> WHAT TO DO
Can you return the records below exactly as they stand, but only from the first line through the one with "and a result"?

> RECORDS PROVIDED
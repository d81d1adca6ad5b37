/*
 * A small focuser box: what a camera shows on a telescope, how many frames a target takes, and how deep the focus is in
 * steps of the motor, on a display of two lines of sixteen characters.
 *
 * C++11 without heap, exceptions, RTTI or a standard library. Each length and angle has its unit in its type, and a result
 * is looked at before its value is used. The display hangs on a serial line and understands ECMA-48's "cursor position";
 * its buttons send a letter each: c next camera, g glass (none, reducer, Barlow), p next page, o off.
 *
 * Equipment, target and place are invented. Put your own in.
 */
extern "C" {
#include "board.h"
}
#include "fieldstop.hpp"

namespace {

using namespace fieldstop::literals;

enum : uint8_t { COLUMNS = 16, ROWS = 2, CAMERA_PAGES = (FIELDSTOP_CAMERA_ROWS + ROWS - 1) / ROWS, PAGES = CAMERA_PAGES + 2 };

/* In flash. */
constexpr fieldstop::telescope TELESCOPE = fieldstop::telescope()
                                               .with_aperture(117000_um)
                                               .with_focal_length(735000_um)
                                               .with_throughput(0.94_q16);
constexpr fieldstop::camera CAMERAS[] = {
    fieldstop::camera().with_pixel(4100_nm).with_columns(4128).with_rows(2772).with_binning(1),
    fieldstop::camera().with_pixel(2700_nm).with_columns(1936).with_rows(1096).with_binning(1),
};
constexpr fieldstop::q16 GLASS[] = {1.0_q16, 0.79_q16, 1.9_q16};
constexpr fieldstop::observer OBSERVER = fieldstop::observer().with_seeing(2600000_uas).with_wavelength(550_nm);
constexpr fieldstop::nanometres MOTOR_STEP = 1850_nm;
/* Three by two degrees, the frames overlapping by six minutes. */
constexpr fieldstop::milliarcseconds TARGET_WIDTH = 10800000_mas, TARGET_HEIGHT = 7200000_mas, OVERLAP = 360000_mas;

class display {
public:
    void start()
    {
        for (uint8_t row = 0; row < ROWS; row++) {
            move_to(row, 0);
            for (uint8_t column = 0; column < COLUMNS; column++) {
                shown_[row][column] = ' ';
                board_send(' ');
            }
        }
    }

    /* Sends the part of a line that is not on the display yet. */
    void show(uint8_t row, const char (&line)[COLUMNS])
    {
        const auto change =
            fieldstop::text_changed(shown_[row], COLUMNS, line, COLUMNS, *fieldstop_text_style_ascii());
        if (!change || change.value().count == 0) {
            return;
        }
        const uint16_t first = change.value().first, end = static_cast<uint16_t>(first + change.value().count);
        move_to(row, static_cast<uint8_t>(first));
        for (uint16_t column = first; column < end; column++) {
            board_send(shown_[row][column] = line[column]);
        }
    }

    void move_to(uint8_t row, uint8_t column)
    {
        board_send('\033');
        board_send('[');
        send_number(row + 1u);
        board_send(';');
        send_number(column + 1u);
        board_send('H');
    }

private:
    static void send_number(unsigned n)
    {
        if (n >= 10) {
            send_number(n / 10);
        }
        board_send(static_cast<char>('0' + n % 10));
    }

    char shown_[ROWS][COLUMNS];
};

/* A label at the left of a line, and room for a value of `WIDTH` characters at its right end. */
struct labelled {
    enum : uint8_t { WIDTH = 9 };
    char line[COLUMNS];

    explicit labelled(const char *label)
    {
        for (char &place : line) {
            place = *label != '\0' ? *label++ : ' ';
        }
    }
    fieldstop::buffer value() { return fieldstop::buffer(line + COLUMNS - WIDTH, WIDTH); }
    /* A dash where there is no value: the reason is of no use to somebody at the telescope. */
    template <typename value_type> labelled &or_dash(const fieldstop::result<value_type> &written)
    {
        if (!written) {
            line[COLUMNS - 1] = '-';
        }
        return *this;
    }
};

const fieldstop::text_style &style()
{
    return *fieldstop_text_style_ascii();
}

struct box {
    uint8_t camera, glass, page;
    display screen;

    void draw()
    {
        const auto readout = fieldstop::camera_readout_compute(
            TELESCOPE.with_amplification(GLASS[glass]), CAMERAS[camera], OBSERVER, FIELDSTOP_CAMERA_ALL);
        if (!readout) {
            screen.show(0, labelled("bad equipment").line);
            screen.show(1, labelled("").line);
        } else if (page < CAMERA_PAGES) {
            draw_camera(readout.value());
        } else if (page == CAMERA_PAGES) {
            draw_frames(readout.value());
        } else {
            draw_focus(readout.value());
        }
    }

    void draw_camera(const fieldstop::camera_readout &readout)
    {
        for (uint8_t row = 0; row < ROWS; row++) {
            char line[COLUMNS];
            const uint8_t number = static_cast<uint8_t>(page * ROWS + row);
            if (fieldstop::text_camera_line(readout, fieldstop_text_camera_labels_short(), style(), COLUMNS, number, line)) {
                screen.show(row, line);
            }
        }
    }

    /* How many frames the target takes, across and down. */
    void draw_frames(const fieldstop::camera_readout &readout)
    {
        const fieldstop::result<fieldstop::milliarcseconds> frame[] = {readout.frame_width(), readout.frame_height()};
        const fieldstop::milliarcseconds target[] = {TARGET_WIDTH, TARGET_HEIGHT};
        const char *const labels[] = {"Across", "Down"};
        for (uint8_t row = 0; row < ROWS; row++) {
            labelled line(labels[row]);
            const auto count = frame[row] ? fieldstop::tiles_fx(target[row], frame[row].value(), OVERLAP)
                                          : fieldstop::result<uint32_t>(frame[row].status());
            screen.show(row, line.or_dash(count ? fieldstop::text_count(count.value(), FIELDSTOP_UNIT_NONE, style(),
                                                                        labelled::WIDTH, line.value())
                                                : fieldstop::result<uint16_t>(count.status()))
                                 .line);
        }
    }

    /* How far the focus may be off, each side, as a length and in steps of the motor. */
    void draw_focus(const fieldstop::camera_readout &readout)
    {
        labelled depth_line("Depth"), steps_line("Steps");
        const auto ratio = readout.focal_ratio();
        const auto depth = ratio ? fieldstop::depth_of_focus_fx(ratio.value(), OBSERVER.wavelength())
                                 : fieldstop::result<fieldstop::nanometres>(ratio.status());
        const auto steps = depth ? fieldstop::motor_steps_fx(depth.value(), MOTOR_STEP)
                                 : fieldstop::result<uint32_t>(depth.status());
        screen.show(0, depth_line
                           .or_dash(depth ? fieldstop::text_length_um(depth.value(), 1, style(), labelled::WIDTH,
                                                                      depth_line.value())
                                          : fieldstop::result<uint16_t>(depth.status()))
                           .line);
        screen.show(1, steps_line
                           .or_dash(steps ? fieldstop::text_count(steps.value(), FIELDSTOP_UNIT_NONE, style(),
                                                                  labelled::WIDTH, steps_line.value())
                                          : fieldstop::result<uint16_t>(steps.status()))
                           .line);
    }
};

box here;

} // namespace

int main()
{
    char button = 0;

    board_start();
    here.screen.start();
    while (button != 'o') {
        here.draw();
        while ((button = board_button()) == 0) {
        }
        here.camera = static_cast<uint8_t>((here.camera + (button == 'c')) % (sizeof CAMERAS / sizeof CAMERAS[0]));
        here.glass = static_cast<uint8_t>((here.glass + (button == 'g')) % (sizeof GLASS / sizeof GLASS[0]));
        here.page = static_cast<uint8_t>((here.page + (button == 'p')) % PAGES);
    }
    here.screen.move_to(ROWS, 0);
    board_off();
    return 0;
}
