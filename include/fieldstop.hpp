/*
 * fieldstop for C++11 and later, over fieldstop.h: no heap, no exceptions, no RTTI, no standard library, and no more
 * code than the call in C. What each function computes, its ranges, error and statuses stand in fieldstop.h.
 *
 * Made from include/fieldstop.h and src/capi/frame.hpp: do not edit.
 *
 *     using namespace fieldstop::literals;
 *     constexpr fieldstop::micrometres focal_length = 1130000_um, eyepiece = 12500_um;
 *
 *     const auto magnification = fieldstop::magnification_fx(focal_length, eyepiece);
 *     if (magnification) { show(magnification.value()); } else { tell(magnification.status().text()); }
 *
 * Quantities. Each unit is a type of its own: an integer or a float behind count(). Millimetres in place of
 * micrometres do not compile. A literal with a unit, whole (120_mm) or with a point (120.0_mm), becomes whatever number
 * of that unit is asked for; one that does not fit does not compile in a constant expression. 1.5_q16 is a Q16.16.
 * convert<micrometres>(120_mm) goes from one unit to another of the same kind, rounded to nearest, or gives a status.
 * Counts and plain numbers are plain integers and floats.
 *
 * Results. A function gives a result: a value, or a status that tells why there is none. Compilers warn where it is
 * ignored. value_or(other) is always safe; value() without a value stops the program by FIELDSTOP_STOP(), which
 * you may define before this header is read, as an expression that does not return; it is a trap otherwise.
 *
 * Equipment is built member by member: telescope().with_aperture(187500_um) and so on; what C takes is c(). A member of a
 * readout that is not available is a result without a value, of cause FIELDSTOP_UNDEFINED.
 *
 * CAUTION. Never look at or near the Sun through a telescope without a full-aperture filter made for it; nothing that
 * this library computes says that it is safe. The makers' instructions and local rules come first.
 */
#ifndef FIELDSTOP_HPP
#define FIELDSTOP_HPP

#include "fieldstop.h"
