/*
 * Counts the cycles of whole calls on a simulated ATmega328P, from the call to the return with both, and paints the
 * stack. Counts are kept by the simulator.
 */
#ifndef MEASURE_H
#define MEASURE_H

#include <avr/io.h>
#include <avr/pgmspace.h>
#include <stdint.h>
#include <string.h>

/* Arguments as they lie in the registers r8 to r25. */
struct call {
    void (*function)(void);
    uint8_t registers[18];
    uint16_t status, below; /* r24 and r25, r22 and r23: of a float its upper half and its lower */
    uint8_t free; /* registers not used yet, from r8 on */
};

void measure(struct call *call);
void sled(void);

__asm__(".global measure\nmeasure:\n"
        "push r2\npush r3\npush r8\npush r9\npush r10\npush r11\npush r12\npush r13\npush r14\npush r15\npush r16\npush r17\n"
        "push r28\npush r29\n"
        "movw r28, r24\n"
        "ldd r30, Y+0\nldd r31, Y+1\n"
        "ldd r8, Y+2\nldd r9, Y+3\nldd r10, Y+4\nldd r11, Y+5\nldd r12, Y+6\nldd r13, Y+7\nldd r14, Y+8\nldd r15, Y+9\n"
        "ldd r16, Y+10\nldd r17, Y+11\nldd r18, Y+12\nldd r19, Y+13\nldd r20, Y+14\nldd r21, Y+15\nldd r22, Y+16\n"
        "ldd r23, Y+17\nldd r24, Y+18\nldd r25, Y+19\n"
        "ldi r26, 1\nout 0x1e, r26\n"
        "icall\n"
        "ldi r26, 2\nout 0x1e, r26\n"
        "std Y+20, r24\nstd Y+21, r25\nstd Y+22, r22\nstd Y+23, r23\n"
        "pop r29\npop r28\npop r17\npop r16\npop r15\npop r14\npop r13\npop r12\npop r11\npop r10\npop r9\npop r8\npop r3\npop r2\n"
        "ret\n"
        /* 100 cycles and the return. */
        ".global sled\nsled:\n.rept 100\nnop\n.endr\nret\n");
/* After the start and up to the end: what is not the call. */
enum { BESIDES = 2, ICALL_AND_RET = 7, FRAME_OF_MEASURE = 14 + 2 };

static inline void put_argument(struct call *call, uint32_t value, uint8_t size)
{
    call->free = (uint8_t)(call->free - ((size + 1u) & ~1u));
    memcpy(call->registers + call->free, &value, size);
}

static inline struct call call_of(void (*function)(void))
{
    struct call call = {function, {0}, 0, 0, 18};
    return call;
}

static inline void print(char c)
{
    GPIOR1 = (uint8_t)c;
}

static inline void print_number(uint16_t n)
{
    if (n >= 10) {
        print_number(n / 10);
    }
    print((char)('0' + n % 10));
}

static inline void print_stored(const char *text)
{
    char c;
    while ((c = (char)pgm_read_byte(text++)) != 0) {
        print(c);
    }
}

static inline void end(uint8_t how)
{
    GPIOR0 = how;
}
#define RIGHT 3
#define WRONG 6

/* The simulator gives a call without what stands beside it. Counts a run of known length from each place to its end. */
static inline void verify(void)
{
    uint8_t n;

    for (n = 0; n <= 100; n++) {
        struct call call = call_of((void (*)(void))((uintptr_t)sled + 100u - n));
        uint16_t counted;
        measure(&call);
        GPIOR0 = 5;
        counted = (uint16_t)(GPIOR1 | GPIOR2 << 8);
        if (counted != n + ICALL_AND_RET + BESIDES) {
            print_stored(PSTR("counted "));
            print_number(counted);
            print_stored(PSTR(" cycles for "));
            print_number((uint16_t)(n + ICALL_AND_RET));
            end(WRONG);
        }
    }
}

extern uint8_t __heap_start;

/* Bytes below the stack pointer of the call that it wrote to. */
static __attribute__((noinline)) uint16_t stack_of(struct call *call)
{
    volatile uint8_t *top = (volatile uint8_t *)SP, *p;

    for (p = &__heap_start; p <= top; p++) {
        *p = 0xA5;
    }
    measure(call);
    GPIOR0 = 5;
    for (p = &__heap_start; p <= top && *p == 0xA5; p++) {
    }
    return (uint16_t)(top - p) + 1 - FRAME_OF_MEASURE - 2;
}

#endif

> ANSWER TO THIS PROBLEM
repository d81d1adca6ad5b37
/*
 * A small focuser box: what a camera shows on a telescope, how many frames a target takes, and how deep the focus is in
 * steps of the motor, on a display of two lines of sixteen characters.
 *
 * C++11 without heap, exceptions, RTTI or a standard library. Each length and angle has its unit in its type, and a result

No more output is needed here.